We have repeated experiments on different network architectures and different image sizes. The specific results are given in the table, and the bold line is our proposed one. Table 1 indicates that the proposed CFPRN is with high accuracy and shows best performance among all the candidates. The abbreviation “Res” means the network output is the residual of the face and skull, and the abbreviation “Face” means the network output is the face surface directly. Table 2 indicates that the CFPRN works well under different resolution settings.

5.3. Error Analysis

(1)In order to simplify the network and improve efficiency, we reduce the dimension of the input, which causes a partial loss of data accuracy. After the prediction is completed, back-projection is performed, which may also cause extra error transfer.(2)From the error map, we may see that basically, all samples have large errors in the part of the nose and eyes. This is because the skull has holes in the eyes and nose, which cannot be accurately predicted, and this might be overcome by introducing much more samples.

6. Conclusion and Prospects

In this study, we propose an end-to-end deep learning method for craniofacial reconstruction. The main contribution of the proposed method can be summarized as follows:(1)We use projection and back projection for the transfer between 3D skull and face data into 2D elevation map. Instead of performing craniofacial reconstruction in 3D space, the recovery runs in 2D space. The face elevation map is estimated according to the skull elevation map. Such design largely reduces the data size and computation cost, so that the proposed method is available on consumer graphics cards.(2)We design an U-shaped end-to-end network to fit for the features in different scales. The accuracy and robustness of the prediction are guaranteed according to the experiment results.

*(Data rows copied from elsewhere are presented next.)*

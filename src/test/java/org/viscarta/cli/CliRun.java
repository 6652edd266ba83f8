package org.viscarta.cli;

import java.io.PrintWriter;
import java.io.StringWriter;

/**
 * What one run of the command line gave.
 *
 * @param exitCode the exit code
 * @param out      standard output
 * @param err      standard error
 */
record CliRun(int exitCode, String out, String err) {

    static CliRun of(String... args) {
        StringWriter out = new StringWriter();
        StringWriter err = new StringWriter();
        int code = Viscarta.execute(args, new PrintWriter(out, true), new PrintWriter(err, true));
        return new CliRun(code, out.toString(), err.toString());
    }
}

According to our experiment results, we can also make further prospects:(1)We should expand the amount of samples. Divide samples according to gender and age to balance the distribution of sample data.(2)The eyes and nose of the skull should be hollowed out or filled. Because the specific shape of the face in these parts cannot be inferred from the skull, it is helpful to reduce the impact on the experimental results by hollowing out or filling these parts.(3)We will try other network architectures, such as the conditional GAN. By introducing more conditions, we may provide subdivided predictions with higher accuracy.

Data Availability

All the experiment data are obtained from Affiliated Hospital of Stomatology, Nanjing Medical University. The access to the original data is restricted due to the patient privacy. However, the data used to support the findings of this study are available from the corresponding author upon request.

Conflicts of Interest

The authors declare that there are no conflicts of interest.